---------- Exercise material
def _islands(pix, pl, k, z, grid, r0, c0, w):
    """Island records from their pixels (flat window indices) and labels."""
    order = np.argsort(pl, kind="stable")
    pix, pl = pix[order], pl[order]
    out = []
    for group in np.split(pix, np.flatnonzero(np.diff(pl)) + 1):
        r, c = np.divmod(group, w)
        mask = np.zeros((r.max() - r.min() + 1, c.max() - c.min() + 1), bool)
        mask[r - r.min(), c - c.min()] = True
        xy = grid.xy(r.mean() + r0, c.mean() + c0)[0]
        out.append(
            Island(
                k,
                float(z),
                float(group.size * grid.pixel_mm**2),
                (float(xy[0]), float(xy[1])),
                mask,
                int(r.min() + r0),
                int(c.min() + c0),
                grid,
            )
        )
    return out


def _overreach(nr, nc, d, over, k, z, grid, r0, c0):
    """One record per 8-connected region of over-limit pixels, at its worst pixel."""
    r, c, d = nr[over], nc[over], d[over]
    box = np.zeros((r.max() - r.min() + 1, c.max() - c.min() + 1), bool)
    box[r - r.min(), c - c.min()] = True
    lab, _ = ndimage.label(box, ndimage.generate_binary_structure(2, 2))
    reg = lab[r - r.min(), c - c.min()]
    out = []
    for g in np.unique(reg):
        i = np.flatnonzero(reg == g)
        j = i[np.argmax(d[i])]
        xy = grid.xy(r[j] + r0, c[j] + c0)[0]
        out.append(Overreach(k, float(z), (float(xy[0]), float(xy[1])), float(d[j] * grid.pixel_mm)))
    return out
--------------------
What this task involves → Could you transcribe all of the entries exactly, leaving nothing out?

Written solution →
def _islands(pix, pl, k, z, grid, r0, c0, w):
    """Island records from their pixels (flat window indices) and labels."""
    order = np.argsort(pl, kind="stable")
    pix, pl = pix[order], pl[order]
    out = []
    for group in np.split(pix, np.flatnonzero(np.diff(pl)) + 1):
        r, c = np.divmod(group, w)
        mask = np.zeros((r.max() - r.min() + 1, c.max() - c.min() + 1), bool)
        mask[r - r.min(), c - c.min()] = True
        xy = grid.xy(r.mean() + r0, c.mean() + c0)[0]
        out.append(
            Island(
                k,
                float(z),
                float(group.size * grid.pixel_mm**2),
                (float(xy[0]), float(xy[1])),
                mask,
                int(r.min() + r0),
                int(c.min() + c0),
                grid,
            )
        )
    return out


def _overreach(nr, nc, d, over, k, z, grid, r0, c0):
    """One record per 8-connected region of over-limit pixels, at its worst pixel."""
    r, c, d = nr[over], nc[over], d[over]
    box = np.zeros((r.max() - r.min() + 1, c.max() - c.min() + 1), bool)
    box[r - r.min(), c - c.min()] = True
    lab, _ = ndimage.label(box, ndimage.generate_binary_structure(2, 2))
    reg = lab[r - r.min(), c - c.min()]
    out = []
    for g in np.unique(reg):
        i = np.flatnonzero(reg == g)
        j = i[np.argmax(d[i])]
        xy = grid.xy(r[j] + r0, c[j] + c0)[0]
        out.append(Overreach(k, float(z), (float(xy[0]), float(xy[1])), float(d[j] * grid.pixel_mm)))
    return out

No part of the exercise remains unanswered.